WORK INSTRUCTIONS: Going from the top of the data below, give again each line through the one containing "--warehouse bench/.cache/audit-1000000.duckdb --no-browser", both ends kept.

* * * *

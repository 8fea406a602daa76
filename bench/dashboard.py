"""Benchmark of the static dashboards: page weight and load time (run on demand, never in tests).

    .venv/bin/python bench/dashboard.py --warehouse kerma-demo/kerma.duckdb
    .venv/bin/python bench/dashboard.py --corpus-studies 300000 --work /tmp/kerma-bench   # ~1M events
    .venv/bin/python bench/dashboard.py --warehouse bench/.cache/audit-1000000.duckdb --no-browser

With --warehouse, an audited warehouse is used as it is (a copy is audited first when it has
no audit tables, or with --audit FROM TO). With --corpus-studies N, a synthetic corpus of N
studies is generated, ingested and audited first (the real pipeline; slow for large N; about
3 irradiation events per study in the demo scenario). The site is written, then every page is
opened in headless Chromium with the network off; the report gives, per page, the HTML weight,
the weight with the shared plotly.min.js, the number of plots, the time to the load event and
the time until every plot has drawn. The floor of issue 14 (queries/bench/bench_bare_median.sql,
a bare GROUP BY device median() over the raw events, best of 3) is timed on the same warehouse
just before write_site, and the process's peak resident memory is printed after it; with
--no-browser the pages are not opened (only their sizes are printed).
"""

from __future__ import annotations

import argparse
import datetime as dt
import resource
import shutil
import sys
import tempfile
import time
from pathlib import Path

ROOT = Path(__file__).resolve().parents[1]
sys.path.insert(0, str(ROOT))

from dashboards.pages import PAGES  # noqa: E402
from dashboards.site import write_site  # noqa: E402
from tests.dashboards.browser import Chromium  # noqa: E402

DEMO_FROM, DEMO_TO = dt.date(2026, 9, 1), dt.date(2026, 11, 30)


def _count_events(warehouse: Path) -> int:
    from queries import sql
    from pipeline.warehouse.connection import connection

    with connection(warehouse, read_only=True) as con:
        return int(con.execute(sql("bench_count_events")).fetchone()[0])


def _floor_s(warehouse: Path) -> float:
    """Seconds of the bare GROUP BY device median() over the raw events (best of 3)."""
    import duckdb

    from queries import sql

    con = duckdb.connect(str(warehouse), read_only=True)
    try:
        con.execute("set threads to 2")  # as the warehouse connection does
        times = []
        for _ in range(3):
            started = time.perf_counter()
            con.execute(sql("bench_bare_median")).fetchall()
            times.append(time.perf_counter() - started)
    finally:
        con.close()
    return min(times)


def _is_audited(warehouse: Path) -> bool:
    from queries import sql
    from pipeline.warehouse.connection import connection

    with connection(warehouse, read_only=True) as con:
        names = {r[0] for r in con.execute(sql("dash_relations")).fetchall()}
    return "audit_medians" in names


def _make_warehouse(studies: int, work: Path, workers: int) -> Path:
    from pipeline.ingest import ingest
    from synthetic_studies.write import write_corpus

    corpus, db = work / "corpus", work / "kerma.duckdb"
    started = time.perf_counter()
    write_corpus(corpus, seed=7, months=3, n_studies=studies, workers=workers)
    print(f"corpus of {studies} studies written in {time.perf_counter() - started:.0f} s")
    started = time.perf_counter()
    ingest([corpus], db, b"bench-key-0123456789abcdef", workers=workers)
    print(f"ingested in {time.perf_counter() - started:.0f} s")
    return db


def main(argv: list[str] | None = None) -> int:
    parser = argparse.ArgumentParser(description=__doc__.splitlines()[0])
    source = parser.add_mutually_exclusive_group(required=True)
    source.add_argument("--warehouse", type=Path, help="an (audited) DuckDB warehouse")
    source.add_argument("--corpus-studies", type=int, help="generate, ingest and audit N studies first")
    parser.add_argument("--audit", nargs=2, metavar=("FROM", "TO"),
                        help="audit a copy for these days first (default: the demo's three months "
                             "when the warehouse has no audit yet)")
    parser.add_argument("--work", type=Path, help="working folder (default: a temporary one)")
    parser.add_argument("--workers", type=int, default=2)
    parser.add_argument("--no-browser", action="store_true", help="only write the site and print sizes")
    args = parser.parse_args(argv)

    from pipeline.audit import run_audit

    work = args.work or Path(tempfile.mkdtemp(prefix="kerma-bench-"))
    work.mkdir(parents=True, exist_ok=True)
    if args.corpus_studies:
        warehouse = _make_warehouse(args.corpus_studies, work, args.workers)
        audit = (DEMO_FROM, DEMO_TO)
    else:
        warehouse = work / "kerma.duckdb"
        shutil.copyfile(args.warehouse, warehouse)
        audit = ((dt.date.fromisoformat(args.audit[0]), dt.date.fromisoformat(args.audit[1]))
                 if args.audit else None if _is_audited(warehouse) else (DEMO_FROM, DEMO_TO))
    if audit:
        started = time.perf_counter()
        run_audit(warehouse, date_from=audit[0], date_to=audit[1])
        print(f"audit {audit[0]}..{audit[1]} in {time.perf_counter() - started:.1f} s")

    n_events = _count_events(warehouse)
    floor_s = _floor_s(warehouse)
    out = work / "site"
    started = time.perf_counter()
    write_site(warehouse, out, generated_at=dt.datetime(2000, 1, 1, tzinfo=dt.UTC))
    write_s = time.perf_counter() - started
    peak_mib = resource.getrusage(resource.RUSAGE_SELF).ru_maxrss / 1024
    js = (out / "plotly.min.js").stat().st_size
    csv = sum(p.stat().st_size for p in out.glob("*.csv"))
    print(f"\nwarehouse {args.warehouse or warehouse}: {n_events:,} irradiation events")
    print(f"floor (bare GROUP BY median): {floor_s:.3f} s; write_site: {write_s:.1f} s "
          f"= {write_s / floor_s:.0f} x the floor (target <= 20); peak RSS {peak_mib:.0f} MiB")
    print(f"plotly.min.js {js / 1e6:.2f} MB (shared, loaded once per page); CSV files {csv / 1e3:.0f} kB")
    if args.no_browser:
        for name, _, _ in PAGES:
            print(f"{name:<24}{(out / name).stat().st_size / 2**20:>8.3f} MiB")
        print(f"\nsite in {out}")
        return 0
    print(f"\n{'page':<24}{'HTML kB':>9}{'+ JS MB':>9}{'plots':>7}{'load ms':>9}{'drawn ms':>10}  issues")
    with Chromium() as browser:
        for name, _, _ in PAGES:
            report = browser.open(out / name)
            html = (out / name).stat().st_size
            total = html + (js if report.plots else 0)
            problems = len(report.console_errors) + len(report.exceptions) + len(report.external_requests)
            undrawn = sum(1 for p in report.plots if not p["traces"])
            print(f"{name:<24}{html / 1e3:>9.0f}{total / 1e6:>9.2f}{len(report.plots):>7}"
                  f"{report.load_ms:>9.0f}{report.render_ms:>10.0f}  "
                  f"{problems} errors, {undrawn} undrawn plots")
    print(f"\nsite in {out}")
    return 0


if __name__ == "__main__":
    raise SystemExit(main())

* * * *

EXERCISE RESPONSE:
repository 8fea406a602daa76
filename bench/dashboard.py
"""Benchmark of the static dashboards: page weight and load time (run on demand, never in tests).

    .venv/bin/python bench/dashboard.py --warehouse kerma-demo/kerma.duckdb
    .venv/bin/python bench/dashboard.py --corpus-studies 300000 --work /tmp/kerma-bench   # ~1M events
    .venv/bin/python bench/dashboard.py --warehouse bench/.cache/audit-1000000.duckdb --no-browser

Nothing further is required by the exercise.